Denn hier schreibt, oder besser gesagt, singt die sechzehnjährige Erzählerin, der es versagt ist einen Namen zu haben, in 128 Strophen ihr Miroloi. In der griechisch-orthodoxen Kirche ist ein Miroloi als Totenlied bekannt, einem von Frauen gesungenen Klagelied, in dem das Leben des Verstorbenen noch einmal nach gesungen wird. Und während man sich noch fragt, was es mit diesem Totenlied eigentlich auf sich hat, erfährt man nach und nach aus der Ich-Perspektive und mit der besonderen Erzählstimme die Geschichte dieser jungen namenlosen Frau, der das Leben nicht gerade wohlgesonnen ist. Alles liest sich ungefiltert und authentisch. Ganz stimmig zeichnet sich hier das Bild eines Menschen, dem aufgrund seines Geschlechts Bildung und aufgrund des als Findelkind fehlenden Stammbaums Anerkennung und Akzeptanz versagt ist. Denn durch und durch frauenfeindlich und streng religiös geht es auf der fiktiven Mittelmeerinsel zu.

Karin Köhler hat mit diesem Buch einen Mikrokosmos geschaffen, um freizulegen, was die eigentlichen Mechanismen sind, die dazu beitragen, dass Frauen immer noch strukturell unterdrückt sind. Frauen wird in diesem Roman immer noch Bildung untersagt – sie dürfen nicht lesen und schreiben lernen.

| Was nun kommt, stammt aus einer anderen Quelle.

// simStart is where simulated time begins: the wall clock, or, when an
// accelerated simulator ran ahead of it before a restart, the end of the
// newest stored record or the newest alarm transition (committed at once,
// so it may lie beyond the last batch of records), so stored data never
// overlaps itself and alarm times never go backwards.
func simStart(db *store.DB, wall time.Time) time.Time {
	wall = afterAlarms(db, wall)
	for _, iv := range []metrics.Interval{metrics.Int3s, metrics.Int10min} {
		recs, err := db.Last(iv, 1)
		if err != nil || len(recs) == 0 {
			continue
		}
		end := recs[0].Start.Add(time.Duration(recs[0].DurationS * float64(time.Second)))
		if end.After(wall) {
			wall = end
		}
	}
	return wall
}

// writeHeapProfile writes a heap profile to $GRIDLOUPE_HEAPPROFILE, if set,
// when the gateway stops (for memory investigations; see DEVELOPERS.md).
func writeHeapProfile(log *slog.Logger) {
	path := os.Getenv("GRIDLOUPE_HEAPPROFILE")
	if path == "" {
		return
	}
	f, err := os.Create(path)
	if err != nil {
		log.Warn("heap profile", "err", err)
		return
	}
	defer f.Close()
	runtime.GC()
	if err := pprof.WriteHeapProfile(f); err != nil {
		log.Warn("heap profile", "err", err)
	}
}

// retentionBytes estimates the store size the retention periods need:
// records per level × the encoded record size.
func retentionBytes(s *metrics.Setup, ret map[metrics.Interval]time.Duration) int64 {
	var n int64
	for iv, d := range map[metrics.Interval]time.Duration{metrics.Int3s: 3 * time.Second,
		metrics.Int10min: 10 * time.Minute, metrics.Int2h: 2 * time.Hour} {
		if r := ret[iv]; r > 0 {
			n += int64(r/d) * int64(store.RecordBytesAt(s, iv)) // the 3 s level is stored slim
		}
	}
	return n
}

// runFilterProfile is how the simulator's input reactor wears and recovers
// under run: a runFilterPeriod (6 h) cycle, at worst runFilterWorst (30 %)
// of its filtering lost (the demo uses a faster cycle so alarms raise and
// clear within a minute).
func runFilterProfile() sim.FilterProfile {
	return sim.FilterProfile{Period: runFilterPeriod, Worst: runFilterWorst}
}

// daemonSource is the opened source of run and what the gateway needs to
// know about it.
type daemonSource struct {
	source     stream.FrameReader
	sim        *sim.Source // the simulator, when the source is one
	rate       float64     // sample rate, Hz
	endIsError bool        // the source's end is a failure (live sources, the simulator without --stop-after)
	live       bool        // a live source never blocks: full sink queues drop (and flag gap)
	base       time.Time   // a recording's own start time (COMTRADE); zero = the wall clock
	close      func()      // releases what was opened; called once by the owner
}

Um nicht eine bestimmte Religion zu verunglimpfen, schuf die Autorin eine erdachte polytheistische Religion, deren heilige Schrift – die Khorabel – sich dem Willen der auf der Insel herrschenden Männer anzupassen scheint. Frauen haben kaum Rechte, aber viele Pflichten. Und wo die Bildung fern ist, herrschen außerdem zerstörerisch Aberglaube, Vorurteile und vor allem Dummheit. Voller Hingabe, Neugier und Wut auf die Verhältnisse erzählt „Miroloi“ von einer jungen Frau, die sich auflehnt: Gegen die Strukturen ihrer Welt und für die Freiheit.

Die Sprache ist so einfach, so naiv und unbedarft, wie die junge Frau, eine eher tragische Heldin, die hier erzählt. Aber wie sie das macht, ist besonders. Sie beschreibt, wie sie auf ihre Art die Dinge sieht, wie sie sie erlebt und was sie dabei fühlt.

„Ich sehe alles wie von sehr weit weg, höre alles durch eine dumpfe Schicht. Ich bin da, aber ich bin nicht da. Trauer ist ein Biest, das dich jederzeit anfallen kann. Mal würgt es dich und raubt dir den Atem, mal pustet es dir Wolken in den Kopf, mal reißt es dir die Gedärme raus, mal tropft es still durch deine Augen, mal liegt es bergschwer auf dir, saugt dir jedes Gefühl aus dem Leib und drückt dich zu Boden, dass du denkst, du kommst nie wieder vom Fleck.“ (S. 395)

Es kommt dabei zu intensiven Schilderungen, berührenden Wortneuschöpfungen und poetischen Umschreibungen, die das Lesen für mich zu etwas Besonderem machten. Gleichzeitig wächst mit fortschreitender Geschichte das ungute Gefühl, dass das alles nicht gut ausgehen kann. Das machte mich neugierig und sorgte neben der gefühlvollen Erzählperspektive dafür, dass ich das Buch kaum aus der Hand legen mochte.

„Miroloi“ ist ein Roman, der berührt, weil er schmerzlich erkennen lässt,  dass es in manchen Ländern diese Zustände in ähnlicher Form immer noch gibt. Auf der Shortlist des Deutschen Buchpreises 2019 war leider kein Platz für dieses Buch mehr frei, aber es konnte mich dennoch begeistern und gehört für mich zu den Highlights in diesem Jahr.